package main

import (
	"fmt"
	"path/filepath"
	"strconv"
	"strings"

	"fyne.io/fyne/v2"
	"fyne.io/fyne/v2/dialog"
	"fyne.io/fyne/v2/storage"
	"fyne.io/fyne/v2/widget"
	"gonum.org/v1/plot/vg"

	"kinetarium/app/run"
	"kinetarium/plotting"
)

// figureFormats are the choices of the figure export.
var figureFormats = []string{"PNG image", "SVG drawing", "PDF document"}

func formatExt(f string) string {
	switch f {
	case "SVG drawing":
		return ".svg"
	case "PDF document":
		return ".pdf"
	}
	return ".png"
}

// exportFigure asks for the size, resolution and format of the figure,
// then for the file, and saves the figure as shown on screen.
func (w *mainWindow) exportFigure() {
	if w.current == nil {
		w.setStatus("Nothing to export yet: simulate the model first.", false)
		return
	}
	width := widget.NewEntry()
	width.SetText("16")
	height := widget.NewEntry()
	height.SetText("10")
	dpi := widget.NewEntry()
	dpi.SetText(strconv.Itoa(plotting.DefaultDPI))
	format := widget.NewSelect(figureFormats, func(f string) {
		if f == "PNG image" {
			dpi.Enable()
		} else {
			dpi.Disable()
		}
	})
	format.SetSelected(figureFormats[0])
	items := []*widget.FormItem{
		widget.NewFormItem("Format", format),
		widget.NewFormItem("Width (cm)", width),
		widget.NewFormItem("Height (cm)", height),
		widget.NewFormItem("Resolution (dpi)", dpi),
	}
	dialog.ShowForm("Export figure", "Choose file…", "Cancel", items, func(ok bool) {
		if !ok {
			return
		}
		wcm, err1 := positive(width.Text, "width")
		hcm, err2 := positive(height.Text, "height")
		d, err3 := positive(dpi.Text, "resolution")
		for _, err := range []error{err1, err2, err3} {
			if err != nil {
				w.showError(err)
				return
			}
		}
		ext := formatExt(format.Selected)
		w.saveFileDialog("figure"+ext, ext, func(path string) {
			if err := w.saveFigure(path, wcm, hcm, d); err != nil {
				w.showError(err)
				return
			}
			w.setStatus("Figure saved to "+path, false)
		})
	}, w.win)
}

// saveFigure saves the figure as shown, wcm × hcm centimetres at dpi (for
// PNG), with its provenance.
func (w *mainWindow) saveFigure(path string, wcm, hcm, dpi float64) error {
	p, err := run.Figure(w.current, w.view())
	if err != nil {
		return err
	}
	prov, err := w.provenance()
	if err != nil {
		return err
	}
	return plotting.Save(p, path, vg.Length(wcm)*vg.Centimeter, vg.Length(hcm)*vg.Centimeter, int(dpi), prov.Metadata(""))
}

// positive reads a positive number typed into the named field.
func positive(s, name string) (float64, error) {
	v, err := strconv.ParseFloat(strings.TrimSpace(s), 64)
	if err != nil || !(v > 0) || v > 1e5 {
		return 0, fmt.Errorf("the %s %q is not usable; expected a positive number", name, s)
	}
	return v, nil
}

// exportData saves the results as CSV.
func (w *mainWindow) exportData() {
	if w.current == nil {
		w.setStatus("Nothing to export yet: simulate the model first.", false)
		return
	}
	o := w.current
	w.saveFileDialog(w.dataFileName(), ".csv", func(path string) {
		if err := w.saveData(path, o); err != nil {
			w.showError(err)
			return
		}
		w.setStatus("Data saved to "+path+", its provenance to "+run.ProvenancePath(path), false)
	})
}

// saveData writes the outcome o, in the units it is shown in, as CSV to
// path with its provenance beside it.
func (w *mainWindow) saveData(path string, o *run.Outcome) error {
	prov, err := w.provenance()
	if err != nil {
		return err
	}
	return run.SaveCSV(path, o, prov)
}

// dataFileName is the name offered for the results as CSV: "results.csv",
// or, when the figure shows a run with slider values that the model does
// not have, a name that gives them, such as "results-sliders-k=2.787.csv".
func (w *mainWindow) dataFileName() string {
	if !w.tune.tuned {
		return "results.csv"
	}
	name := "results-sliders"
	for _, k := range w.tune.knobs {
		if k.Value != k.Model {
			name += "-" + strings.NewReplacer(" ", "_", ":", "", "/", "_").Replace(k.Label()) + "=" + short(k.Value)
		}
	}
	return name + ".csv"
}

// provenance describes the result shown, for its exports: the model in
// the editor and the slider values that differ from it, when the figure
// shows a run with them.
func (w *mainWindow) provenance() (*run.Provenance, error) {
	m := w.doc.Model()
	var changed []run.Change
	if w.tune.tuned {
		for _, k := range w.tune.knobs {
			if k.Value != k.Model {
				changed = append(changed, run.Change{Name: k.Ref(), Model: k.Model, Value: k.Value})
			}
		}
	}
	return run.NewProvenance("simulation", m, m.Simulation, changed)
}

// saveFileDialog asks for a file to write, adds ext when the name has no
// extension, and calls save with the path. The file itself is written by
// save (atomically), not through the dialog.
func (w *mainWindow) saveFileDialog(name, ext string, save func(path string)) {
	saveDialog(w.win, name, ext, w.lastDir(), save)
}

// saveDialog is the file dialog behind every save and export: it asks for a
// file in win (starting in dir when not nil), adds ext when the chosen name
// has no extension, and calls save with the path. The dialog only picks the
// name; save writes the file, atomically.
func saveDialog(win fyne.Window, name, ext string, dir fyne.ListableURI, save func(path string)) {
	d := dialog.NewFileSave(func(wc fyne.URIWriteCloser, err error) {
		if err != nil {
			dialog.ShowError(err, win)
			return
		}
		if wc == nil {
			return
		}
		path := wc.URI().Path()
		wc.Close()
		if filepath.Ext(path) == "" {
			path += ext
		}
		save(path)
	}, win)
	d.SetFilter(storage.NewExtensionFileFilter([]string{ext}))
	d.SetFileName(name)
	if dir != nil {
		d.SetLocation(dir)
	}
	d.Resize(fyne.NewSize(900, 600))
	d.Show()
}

-=-=-

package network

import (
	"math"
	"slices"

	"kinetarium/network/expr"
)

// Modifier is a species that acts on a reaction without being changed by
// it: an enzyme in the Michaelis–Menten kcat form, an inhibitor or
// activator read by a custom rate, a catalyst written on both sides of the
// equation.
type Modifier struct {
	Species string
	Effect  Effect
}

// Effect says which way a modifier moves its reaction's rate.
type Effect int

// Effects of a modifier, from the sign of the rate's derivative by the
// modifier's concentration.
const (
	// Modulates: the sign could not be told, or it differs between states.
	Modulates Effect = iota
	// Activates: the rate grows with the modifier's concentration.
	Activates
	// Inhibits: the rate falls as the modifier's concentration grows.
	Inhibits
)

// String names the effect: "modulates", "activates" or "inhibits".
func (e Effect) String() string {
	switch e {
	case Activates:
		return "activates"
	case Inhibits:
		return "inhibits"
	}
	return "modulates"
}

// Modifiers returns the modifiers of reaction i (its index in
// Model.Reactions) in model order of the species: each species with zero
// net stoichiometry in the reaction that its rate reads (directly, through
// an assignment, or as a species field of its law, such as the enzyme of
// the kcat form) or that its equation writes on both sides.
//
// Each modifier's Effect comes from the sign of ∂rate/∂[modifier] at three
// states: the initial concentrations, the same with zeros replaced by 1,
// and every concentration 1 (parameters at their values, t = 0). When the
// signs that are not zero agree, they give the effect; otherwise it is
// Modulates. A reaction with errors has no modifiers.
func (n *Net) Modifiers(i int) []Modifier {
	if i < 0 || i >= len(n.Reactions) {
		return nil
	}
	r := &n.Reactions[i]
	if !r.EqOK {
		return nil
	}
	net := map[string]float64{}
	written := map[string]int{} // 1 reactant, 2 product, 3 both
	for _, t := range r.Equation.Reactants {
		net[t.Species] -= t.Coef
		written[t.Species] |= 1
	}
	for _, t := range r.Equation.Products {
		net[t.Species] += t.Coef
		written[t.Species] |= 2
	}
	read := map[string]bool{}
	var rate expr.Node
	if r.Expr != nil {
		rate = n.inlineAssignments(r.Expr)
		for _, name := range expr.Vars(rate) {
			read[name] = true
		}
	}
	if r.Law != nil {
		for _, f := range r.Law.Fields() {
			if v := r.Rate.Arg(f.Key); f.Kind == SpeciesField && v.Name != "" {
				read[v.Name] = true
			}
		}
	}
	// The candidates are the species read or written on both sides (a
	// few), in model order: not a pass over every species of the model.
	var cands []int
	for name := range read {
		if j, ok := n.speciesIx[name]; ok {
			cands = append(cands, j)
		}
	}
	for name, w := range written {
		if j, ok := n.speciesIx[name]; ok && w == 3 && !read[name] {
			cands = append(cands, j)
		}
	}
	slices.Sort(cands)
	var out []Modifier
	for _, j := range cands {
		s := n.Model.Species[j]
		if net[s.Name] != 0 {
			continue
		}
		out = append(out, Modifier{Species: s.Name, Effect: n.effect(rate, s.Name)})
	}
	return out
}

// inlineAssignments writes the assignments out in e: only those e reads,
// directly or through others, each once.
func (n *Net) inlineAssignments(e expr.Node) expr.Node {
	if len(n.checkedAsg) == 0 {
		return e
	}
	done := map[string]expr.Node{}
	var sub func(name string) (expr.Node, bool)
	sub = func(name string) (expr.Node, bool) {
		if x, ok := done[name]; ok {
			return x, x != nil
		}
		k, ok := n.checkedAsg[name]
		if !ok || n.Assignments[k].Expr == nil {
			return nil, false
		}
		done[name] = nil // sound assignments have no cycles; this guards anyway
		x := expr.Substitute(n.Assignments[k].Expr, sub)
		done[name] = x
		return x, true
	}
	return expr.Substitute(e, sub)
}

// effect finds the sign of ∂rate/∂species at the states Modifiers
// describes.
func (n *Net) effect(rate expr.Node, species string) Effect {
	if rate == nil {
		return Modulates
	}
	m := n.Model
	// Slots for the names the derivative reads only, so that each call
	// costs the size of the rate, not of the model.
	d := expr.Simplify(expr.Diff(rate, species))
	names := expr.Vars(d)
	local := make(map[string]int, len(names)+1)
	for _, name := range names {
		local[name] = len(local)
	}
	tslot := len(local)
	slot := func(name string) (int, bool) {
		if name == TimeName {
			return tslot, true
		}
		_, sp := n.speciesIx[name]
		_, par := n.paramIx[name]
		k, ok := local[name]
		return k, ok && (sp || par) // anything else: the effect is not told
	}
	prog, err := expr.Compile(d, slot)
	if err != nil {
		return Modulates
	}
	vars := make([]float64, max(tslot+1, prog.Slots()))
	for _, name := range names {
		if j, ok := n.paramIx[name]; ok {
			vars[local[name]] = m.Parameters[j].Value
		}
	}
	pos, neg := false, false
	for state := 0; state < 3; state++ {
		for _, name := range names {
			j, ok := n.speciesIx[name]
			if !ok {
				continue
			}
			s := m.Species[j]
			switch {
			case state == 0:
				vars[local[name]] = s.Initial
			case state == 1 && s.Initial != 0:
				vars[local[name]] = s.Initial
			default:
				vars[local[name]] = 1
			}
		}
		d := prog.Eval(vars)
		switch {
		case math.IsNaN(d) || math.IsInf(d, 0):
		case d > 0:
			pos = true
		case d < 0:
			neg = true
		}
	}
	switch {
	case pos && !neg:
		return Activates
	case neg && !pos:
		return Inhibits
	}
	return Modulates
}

-=-=-

Goal of the exercise: When a line in the listing above holds the word "results", copy it.

Solution to this exercise:
// exportData saves the results as CSV.
// dataFileName is the name offered for the results as CSV: "results.csv",
// not have, a name that gives them, such as "results-sliders-k=2.787.csv".
		return "results.csv"
	name := "results-sliders"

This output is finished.